===== Excerpted records =====

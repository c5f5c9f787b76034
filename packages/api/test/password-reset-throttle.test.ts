import { afterAll, beforeAll, expect, it } from 'vitest';
import { Client, startTestApp, type TestApp } from './support/test-app.js';

// Its own file: models are bound to one app's connection per process.
let t: TestApp;

beforeAll(async () => {
  t = await startTestApp({ SMTP_URL: '', SIGN_IN_LIMIT_PER_MINUTE: '2' });
});
afterAll(() => t.close());

it('throttles reset requests and confirmations like sign-in (429)', async () => {
  const c = new Client(t.http());
  await c.refreshToken();
  const asks: number[] = [];
  for (let i = 0; i < 3; i++) {
    asks.push((await c.post('/api/auth/password-reset', { email: 'x@example.test' })).status);
  }
  expect(asks).toEqual([202, 202, 429]);
  const confirms: number[] = [];
  for (let i = 0; i < 3; i++) {
    const res = await c.post('/api/auth/password-reset/confirm', {
      token: 'y'.repeat(43),
      password: 'long-enough-password',
    });
    confirms.push(res.status);
  }
  expect(confirms).toEqual([404, 404, 429]);
});
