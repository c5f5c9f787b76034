import { mkdtempSync, rmSync } from 'node:fs';
import { tmpdir } from 'node:os';
import path from 'node:path';
import sqlite3 from 'sqlite3';
import { afterAll, beforeAll, describe, expect, it } from 'vitest';
import { createBackup, restoreBackup } from '../src/backup/archive.js';
import { DEMO, signedIn, startTestApp, type TestApp } from './support/test-app.js';

let t: TestApp;
const scratch = mkdtempSync(path.join(tmpdir(), 'workback-backup-'));

beforeAll(async () => {
  t = await startTestApp();
});
afterAll(async () => {
  await t.close();
  rmSync(scratch, { recursive: true, force: true });
});

function names(file: string): Promise<string[]> {
  return new Promise((resolve, reject) => {
    const db = new sqlite3.Database(file, sqlite3.OPEN_READONLY);
    db.all<{ name: string }>('SELECT name FROM students ORDER BY id', (err, rows) =>
      db.close(() => (err ? reject(err) : resolve(rows.map((r) => r.name)))),
    );
  });
}

describe('backup and restore', () => {
  it('takes a consistent copy while writes are running and restores it into an empty folder', async () => {
    const owner = await signedIn(t, DEMO.owner);
    let writing = true;
    let written = 0;
    const writer = (async () => {
      while (writing) {
        await owner
          .post('/api/students', { name: `Writer ${written}`, gradeLevel: '3' })
          .expect(201);
        written += 1;
      }
    })();
    // Writes land before and after the copy, however slowly a loaded machine answers them.
    const until = async (done: () => boolean) => {
      while (!done()) await new Promise((r) => setTimeout(r, 20));
    };
    await until(() => written >= 2);
    const archive = path.join(scratch, 'backup.tar.gz');
    const result = await createBackup(t.dataDir, archive);
    const atCopy = written;
    await until(() => written >= atCopy + 2);
    writing = false;
    await writer;
    expect(result.bytes).toBeGreaterThan(0);

    const target = path.join(scratch, 'restored');
    await expect(restoreBackup(archive, target)).resolves.toEqual({ integrity: 'ok' });
    const restored = await names(path.join(target, 'workback.sqlite'));
    const live = await names(path.join(t.dataDir, 'workback.sqlite'));
    // The snapshot is a prefix of the live table: nothing torn, nothing invented.
    expect(restored.length).toBeGreaterThan(2);
    expect(restored.length).toBeLessThan(live.length);
    expect(live.slice(0, restored.length)).toEqual(restored);
    expect(written).toBeGreaterThan(0);
  });

  it('refuses to restore into a folder that is not empty', async () => {
    const archive = path.join(scratch, 'again.tar.gz');
    await createBackup(t.dataDir, archive);
    await expect(restoreBackup(archive, t.dataDir)).rejects.toThrow(/not empty/);
  });
});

=====

**Assignment**
Copy each line of the records that has "true" in it.

**Response to this task**
  rmSync(scratch, { recursive: true, force: true });
    let writing = true;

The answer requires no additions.